-- TASK STATEMENT --
Copy, word for word, each line of the data below from the first through the line containing "export function bandColumns(app, heading, pick, write", and stop there.

[Records excerpted from a collection]
──────

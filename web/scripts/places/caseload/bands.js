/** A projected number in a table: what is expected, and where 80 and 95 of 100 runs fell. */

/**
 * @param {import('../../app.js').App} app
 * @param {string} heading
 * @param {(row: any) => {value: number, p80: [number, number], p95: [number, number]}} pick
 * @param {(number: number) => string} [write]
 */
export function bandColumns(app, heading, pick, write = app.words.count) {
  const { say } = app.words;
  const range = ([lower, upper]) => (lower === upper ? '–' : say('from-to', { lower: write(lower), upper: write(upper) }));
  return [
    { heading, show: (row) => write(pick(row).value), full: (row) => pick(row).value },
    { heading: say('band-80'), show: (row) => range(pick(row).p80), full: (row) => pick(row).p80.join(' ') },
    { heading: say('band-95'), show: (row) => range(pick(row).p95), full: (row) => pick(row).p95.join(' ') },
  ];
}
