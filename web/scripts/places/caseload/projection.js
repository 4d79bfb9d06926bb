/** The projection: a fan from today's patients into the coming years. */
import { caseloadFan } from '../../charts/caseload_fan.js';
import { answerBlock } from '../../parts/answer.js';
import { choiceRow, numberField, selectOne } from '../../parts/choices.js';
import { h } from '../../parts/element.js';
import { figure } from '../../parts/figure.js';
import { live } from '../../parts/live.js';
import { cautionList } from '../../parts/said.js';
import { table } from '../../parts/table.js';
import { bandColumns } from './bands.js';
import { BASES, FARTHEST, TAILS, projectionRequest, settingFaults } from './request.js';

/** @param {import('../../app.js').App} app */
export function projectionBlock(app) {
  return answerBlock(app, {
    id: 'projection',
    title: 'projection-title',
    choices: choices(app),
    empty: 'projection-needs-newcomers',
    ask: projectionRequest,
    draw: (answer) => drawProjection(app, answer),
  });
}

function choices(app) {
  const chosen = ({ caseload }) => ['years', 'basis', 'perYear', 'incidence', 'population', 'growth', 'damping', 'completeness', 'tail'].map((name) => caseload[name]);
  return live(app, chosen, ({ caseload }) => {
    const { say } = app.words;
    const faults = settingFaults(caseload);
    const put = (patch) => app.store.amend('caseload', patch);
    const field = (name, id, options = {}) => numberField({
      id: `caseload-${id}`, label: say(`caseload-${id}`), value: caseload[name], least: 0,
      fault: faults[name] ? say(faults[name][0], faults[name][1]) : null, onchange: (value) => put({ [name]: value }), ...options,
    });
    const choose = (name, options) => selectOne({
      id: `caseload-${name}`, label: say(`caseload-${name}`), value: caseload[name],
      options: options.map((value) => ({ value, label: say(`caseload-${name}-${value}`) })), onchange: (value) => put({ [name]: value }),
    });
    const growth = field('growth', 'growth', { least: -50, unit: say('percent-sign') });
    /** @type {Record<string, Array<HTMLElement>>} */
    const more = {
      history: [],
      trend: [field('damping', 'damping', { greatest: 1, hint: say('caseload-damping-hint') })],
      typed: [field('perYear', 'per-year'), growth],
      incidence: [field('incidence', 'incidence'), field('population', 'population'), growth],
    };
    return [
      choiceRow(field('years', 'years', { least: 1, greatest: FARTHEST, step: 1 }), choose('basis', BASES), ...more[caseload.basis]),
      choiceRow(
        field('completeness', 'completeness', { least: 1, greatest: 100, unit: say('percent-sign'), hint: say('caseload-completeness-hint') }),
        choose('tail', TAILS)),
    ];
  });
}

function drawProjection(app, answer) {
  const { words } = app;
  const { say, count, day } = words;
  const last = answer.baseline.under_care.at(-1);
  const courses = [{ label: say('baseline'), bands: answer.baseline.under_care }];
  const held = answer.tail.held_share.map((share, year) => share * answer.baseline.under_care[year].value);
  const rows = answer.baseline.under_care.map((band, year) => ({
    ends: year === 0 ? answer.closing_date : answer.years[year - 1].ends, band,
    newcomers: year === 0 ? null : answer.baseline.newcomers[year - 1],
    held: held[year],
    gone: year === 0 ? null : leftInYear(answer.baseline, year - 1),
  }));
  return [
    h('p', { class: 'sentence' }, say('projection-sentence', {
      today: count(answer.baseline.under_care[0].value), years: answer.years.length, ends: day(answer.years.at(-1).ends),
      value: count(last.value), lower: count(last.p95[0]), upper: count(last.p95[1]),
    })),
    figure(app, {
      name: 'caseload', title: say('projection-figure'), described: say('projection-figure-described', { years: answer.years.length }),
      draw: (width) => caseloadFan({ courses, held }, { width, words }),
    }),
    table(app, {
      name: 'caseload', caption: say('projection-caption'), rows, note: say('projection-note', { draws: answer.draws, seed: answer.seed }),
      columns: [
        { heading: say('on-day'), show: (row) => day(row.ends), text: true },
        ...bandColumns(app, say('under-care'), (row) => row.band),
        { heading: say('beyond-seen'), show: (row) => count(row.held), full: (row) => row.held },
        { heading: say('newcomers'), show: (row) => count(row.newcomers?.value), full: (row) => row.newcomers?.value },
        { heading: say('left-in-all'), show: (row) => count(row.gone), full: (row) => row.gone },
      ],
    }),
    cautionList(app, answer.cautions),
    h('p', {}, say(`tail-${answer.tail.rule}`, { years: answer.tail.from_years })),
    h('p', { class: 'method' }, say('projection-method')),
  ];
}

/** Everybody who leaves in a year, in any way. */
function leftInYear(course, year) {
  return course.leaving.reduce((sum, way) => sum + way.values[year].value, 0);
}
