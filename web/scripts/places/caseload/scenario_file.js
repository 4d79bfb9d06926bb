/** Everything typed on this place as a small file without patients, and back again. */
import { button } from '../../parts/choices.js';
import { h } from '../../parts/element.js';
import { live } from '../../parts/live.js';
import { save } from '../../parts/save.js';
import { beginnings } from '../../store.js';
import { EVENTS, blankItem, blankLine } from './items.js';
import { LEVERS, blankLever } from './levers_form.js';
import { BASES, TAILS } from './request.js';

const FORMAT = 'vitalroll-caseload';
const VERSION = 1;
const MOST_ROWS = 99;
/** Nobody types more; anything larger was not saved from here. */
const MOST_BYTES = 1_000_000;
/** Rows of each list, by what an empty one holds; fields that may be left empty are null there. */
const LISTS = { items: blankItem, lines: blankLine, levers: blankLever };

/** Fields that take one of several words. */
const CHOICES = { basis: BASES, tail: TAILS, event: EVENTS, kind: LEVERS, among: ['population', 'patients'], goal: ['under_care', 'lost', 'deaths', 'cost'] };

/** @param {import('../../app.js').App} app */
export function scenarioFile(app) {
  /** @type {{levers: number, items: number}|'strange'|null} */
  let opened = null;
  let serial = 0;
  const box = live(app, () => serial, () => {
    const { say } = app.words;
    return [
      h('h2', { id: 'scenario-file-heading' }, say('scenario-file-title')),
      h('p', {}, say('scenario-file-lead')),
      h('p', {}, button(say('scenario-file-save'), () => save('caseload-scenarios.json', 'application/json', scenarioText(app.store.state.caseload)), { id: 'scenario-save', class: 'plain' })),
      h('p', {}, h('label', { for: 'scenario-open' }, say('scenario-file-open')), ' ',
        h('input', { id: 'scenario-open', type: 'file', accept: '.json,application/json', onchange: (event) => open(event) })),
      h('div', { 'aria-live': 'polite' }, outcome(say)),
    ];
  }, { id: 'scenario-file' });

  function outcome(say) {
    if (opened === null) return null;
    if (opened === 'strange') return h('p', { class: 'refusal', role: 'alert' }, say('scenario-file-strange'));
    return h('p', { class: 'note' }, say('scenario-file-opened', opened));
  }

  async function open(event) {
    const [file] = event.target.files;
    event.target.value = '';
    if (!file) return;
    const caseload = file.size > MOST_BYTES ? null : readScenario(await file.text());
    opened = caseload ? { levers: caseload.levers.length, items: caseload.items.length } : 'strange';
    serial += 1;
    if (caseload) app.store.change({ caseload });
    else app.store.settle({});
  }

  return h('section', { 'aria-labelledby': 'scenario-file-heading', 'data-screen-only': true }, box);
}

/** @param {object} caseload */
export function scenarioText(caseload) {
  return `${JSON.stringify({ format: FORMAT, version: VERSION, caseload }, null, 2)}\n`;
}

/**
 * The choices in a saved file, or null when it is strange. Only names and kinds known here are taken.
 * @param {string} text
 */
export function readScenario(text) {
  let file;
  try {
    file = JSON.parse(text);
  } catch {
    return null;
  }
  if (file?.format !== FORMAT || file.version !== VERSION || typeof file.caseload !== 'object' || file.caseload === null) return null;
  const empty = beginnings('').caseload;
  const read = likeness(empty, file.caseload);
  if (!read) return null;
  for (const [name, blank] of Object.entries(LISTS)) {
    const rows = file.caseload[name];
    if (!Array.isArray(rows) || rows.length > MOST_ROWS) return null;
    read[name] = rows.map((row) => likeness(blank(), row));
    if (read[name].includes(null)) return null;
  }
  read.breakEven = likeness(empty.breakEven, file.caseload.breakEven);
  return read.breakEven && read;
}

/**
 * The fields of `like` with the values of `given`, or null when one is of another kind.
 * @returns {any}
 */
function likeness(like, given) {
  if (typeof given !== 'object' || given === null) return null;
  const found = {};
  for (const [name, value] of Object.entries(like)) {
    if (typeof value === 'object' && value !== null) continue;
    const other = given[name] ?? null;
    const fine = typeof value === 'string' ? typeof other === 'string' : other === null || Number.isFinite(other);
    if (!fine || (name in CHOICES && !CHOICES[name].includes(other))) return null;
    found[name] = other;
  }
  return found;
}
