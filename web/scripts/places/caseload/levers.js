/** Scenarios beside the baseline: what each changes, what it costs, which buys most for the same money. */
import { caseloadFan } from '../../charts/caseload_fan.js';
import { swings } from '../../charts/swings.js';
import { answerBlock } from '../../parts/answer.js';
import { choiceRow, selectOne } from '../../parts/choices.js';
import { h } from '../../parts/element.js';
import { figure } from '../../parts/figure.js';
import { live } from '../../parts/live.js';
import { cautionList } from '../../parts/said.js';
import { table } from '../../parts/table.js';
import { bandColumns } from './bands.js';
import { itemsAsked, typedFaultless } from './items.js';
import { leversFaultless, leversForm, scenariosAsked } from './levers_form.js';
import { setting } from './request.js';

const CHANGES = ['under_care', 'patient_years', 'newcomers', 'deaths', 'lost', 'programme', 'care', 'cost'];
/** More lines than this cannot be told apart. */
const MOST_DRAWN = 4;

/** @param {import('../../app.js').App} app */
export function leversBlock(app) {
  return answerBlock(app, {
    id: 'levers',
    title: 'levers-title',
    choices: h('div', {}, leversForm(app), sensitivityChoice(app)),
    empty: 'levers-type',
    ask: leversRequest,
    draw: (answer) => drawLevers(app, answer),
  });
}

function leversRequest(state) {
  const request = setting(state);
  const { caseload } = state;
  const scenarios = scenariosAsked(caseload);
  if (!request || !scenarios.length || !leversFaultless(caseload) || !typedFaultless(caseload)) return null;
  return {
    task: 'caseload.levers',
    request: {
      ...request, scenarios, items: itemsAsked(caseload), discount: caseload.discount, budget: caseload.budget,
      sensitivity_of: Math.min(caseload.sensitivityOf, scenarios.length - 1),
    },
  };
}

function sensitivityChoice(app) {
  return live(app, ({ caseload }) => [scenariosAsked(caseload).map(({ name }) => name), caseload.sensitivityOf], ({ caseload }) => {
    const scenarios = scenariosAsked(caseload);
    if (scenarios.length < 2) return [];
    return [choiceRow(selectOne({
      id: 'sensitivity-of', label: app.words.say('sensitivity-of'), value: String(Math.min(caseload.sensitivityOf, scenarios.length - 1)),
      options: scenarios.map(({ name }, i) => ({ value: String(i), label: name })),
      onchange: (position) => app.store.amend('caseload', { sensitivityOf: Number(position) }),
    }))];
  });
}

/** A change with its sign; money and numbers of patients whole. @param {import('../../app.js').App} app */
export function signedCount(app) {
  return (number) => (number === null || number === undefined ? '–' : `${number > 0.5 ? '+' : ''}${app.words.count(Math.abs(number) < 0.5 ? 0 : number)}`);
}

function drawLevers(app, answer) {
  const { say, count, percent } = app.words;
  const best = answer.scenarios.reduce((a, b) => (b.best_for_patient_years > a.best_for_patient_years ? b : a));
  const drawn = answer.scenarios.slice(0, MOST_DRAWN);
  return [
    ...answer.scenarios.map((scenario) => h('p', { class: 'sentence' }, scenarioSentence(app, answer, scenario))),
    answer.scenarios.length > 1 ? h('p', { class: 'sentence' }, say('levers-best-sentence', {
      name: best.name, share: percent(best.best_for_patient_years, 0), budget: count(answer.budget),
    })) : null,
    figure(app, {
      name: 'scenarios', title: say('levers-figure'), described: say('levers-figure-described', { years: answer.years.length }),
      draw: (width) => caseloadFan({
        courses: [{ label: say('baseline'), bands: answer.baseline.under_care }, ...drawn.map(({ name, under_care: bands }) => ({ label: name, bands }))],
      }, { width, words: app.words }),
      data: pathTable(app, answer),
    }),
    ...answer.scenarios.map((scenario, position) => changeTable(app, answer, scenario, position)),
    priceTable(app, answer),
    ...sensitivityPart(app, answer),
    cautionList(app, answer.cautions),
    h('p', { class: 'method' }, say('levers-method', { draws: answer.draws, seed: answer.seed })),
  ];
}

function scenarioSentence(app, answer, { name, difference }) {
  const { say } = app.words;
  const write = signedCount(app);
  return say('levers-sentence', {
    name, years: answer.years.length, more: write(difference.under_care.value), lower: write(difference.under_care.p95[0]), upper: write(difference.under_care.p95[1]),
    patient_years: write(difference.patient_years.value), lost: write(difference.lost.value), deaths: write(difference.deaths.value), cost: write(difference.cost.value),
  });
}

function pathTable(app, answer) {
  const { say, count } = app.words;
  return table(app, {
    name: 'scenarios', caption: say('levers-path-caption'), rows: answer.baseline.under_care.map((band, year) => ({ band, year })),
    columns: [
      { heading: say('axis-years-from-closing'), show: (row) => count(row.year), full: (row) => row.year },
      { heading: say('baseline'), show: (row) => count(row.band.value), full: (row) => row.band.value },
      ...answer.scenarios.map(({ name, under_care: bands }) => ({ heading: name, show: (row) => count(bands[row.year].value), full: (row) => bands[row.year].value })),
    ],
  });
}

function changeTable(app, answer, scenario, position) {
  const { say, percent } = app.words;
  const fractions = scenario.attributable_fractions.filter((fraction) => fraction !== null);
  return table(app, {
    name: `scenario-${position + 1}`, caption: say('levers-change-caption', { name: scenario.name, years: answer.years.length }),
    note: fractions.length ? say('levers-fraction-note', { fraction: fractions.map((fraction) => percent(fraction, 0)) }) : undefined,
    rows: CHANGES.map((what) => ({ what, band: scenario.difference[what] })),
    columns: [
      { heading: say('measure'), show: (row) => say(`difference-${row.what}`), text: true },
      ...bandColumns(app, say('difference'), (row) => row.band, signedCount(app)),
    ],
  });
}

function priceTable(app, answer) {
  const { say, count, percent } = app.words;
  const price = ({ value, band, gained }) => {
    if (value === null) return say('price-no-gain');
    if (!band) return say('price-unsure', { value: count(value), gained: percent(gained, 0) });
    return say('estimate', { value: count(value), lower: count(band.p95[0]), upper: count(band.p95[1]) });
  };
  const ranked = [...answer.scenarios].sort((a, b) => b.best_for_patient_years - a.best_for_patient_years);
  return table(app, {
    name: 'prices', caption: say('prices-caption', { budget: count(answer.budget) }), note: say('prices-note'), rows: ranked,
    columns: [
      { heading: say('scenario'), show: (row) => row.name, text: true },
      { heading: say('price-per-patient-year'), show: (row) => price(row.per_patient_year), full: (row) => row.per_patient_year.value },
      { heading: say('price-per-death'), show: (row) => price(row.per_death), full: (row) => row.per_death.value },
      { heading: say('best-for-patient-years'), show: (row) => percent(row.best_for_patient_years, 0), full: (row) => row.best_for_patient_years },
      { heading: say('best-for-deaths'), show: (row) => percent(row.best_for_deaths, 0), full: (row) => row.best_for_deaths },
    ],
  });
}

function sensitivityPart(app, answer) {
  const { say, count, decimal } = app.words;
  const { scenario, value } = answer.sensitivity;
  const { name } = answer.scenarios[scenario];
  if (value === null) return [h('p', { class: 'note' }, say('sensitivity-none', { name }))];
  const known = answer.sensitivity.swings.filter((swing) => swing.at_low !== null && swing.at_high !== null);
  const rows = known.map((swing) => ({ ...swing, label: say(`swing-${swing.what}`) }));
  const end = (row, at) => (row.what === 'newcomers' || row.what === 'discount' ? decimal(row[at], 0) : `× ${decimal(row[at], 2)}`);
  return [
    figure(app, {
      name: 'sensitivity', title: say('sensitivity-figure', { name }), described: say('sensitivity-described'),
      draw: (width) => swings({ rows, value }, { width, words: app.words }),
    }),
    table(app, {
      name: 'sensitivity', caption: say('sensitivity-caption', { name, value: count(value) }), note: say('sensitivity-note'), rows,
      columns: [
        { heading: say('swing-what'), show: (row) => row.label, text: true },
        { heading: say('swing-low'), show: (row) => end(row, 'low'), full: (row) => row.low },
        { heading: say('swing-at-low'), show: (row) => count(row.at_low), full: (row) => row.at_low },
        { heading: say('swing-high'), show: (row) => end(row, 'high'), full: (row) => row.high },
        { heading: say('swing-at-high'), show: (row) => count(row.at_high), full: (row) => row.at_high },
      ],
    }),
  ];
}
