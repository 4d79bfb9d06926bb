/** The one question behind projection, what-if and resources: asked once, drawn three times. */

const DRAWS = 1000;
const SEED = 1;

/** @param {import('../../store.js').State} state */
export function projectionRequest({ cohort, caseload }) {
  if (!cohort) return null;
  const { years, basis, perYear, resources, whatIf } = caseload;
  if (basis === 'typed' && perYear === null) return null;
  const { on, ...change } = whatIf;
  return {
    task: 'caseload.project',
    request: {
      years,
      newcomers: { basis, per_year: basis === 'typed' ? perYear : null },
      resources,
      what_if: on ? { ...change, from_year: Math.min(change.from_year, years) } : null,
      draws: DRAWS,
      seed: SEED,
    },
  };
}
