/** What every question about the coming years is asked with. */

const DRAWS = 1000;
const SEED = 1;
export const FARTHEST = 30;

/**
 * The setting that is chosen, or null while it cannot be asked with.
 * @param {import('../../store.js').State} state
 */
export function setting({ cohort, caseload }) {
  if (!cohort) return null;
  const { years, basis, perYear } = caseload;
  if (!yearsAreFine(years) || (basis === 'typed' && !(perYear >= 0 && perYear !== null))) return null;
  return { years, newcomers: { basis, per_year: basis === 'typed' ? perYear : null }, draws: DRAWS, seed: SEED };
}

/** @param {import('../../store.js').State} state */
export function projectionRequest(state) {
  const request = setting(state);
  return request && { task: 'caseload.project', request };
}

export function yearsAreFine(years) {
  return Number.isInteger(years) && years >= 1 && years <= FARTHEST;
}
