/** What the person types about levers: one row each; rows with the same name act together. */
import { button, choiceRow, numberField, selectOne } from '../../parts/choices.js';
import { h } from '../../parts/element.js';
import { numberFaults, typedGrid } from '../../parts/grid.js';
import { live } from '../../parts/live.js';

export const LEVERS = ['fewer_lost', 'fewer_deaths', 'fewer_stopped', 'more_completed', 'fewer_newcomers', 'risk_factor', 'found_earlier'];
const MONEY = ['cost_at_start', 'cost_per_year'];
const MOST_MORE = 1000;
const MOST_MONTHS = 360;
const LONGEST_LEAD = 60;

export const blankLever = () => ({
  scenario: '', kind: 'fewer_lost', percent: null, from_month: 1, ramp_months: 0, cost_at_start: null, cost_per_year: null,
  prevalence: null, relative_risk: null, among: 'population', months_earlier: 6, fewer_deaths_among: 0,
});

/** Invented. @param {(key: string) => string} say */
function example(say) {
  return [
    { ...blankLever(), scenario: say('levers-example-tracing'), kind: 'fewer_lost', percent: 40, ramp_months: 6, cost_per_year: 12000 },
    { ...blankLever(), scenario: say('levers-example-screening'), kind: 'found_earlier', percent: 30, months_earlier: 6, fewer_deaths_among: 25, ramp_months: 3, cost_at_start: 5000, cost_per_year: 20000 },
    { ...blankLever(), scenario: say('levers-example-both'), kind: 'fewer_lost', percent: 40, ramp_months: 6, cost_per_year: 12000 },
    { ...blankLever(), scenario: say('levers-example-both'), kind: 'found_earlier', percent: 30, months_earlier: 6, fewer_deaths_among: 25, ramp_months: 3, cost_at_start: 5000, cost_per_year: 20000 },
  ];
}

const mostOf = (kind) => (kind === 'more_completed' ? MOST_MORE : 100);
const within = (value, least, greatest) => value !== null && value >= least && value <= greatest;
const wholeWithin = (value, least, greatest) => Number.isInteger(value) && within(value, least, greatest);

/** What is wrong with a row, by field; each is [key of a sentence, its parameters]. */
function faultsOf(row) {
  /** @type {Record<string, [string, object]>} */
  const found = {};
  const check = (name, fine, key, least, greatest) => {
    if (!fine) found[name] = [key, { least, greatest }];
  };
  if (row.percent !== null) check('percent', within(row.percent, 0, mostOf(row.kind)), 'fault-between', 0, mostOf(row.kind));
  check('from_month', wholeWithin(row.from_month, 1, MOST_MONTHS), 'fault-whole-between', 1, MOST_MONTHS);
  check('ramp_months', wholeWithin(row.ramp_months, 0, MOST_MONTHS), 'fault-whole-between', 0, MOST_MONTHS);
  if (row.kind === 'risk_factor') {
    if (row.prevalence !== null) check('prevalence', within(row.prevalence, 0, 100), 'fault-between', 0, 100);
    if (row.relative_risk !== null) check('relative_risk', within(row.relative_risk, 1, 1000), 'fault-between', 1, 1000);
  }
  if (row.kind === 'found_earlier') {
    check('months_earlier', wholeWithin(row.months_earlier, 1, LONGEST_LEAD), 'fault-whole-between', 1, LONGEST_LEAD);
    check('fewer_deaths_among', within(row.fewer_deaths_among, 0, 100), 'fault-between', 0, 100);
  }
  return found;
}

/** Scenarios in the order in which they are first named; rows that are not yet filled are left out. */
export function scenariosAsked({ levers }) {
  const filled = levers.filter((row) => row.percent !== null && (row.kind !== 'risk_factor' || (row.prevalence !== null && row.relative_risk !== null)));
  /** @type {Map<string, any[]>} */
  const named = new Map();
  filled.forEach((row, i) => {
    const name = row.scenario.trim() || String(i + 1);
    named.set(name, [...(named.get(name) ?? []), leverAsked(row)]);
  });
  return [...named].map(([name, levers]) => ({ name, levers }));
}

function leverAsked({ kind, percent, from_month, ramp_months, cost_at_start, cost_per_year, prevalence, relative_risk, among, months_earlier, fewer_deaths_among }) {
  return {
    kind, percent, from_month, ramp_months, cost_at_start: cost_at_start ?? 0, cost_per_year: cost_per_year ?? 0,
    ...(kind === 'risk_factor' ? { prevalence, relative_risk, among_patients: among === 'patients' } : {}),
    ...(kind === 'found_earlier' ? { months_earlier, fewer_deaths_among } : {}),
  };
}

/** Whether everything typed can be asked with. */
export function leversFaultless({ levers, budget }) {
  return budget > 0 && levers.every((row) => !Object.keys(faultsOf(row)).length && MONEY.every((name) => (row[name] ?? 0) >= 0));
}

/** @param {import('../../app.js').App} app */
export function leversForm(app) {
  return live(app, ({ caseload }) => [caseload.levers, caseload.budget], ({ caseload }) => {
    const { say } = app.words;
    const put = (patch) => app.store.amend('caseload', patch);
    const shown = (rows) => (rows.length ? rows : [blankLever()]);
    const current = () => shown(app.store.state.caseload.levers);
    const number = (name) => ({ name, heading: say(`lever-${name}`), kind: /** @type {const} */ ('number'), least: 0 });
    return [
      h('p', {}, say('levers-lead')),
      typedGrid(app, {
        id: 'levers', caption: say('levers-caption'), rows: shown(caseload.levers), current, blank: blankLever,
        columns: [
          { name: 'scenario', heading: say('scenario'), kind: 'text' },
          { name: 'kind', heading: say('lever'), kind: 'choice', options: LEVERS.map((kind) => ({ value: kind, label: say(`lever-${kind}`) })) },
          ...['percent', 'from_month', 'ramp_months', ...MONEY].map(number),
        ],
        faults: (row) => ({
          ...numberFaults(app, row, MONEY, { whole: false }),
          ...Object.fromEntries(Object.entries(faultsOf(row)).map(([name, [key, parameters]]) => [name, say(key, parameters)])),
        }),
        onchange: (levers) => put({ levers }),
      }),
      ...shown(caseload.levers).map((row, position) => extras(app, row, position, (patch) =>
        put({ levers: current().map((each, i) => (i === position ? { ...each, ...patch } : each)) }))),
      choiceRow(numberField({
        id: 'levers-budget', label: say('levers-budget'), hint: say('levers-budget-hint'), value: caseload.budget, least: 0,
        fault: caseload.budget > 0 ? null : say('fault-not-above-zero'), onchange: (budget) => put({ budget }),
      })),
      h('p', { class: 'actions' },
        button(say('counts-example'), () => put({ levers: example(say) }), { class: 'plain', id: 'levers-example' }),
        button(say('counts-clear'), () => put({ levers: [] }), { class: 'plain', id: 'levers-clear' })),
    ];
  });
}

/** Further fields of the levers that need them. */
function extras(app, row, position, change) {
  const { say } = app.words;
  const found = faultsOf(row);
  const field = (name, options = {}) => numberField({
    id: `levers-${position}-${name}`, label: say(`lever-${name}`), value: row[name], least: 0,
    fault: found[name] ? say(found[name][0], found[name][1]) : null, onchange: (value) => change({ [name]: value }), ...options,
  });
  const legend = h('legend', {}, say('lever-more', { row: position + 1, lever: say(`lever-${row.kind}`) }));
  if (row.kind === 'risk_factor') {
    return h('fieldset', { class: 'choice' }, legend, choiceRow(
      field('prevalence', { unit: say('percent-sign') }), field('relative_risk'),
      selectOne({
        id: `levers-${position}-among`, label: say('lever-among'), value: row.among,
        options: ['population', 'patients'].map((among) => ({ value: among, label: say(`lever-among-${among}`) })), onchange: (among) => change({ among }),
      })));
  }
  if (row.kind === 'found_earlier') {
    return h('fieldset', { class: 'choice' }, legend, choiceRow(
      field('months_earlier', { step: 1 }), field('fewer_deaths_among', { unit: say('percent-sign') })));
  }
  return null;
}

──────

-- WRITTEN ANSWER --
filename web/scripts/places/caseload/bands.js
/** A projected number in a table: what is expected, and where 80 and 95 of 100 runs fell. */

/**
 * @param {import('../../app.js').App} app
 * @param {string} heading
 * @param {(row: any) => {value: number, p80: [number, number], p95: [number, number]}} pick
 * @param {(number: number) => string} [write]
 */
export function bandColumns(app, heading, pick, write = app.words.count) {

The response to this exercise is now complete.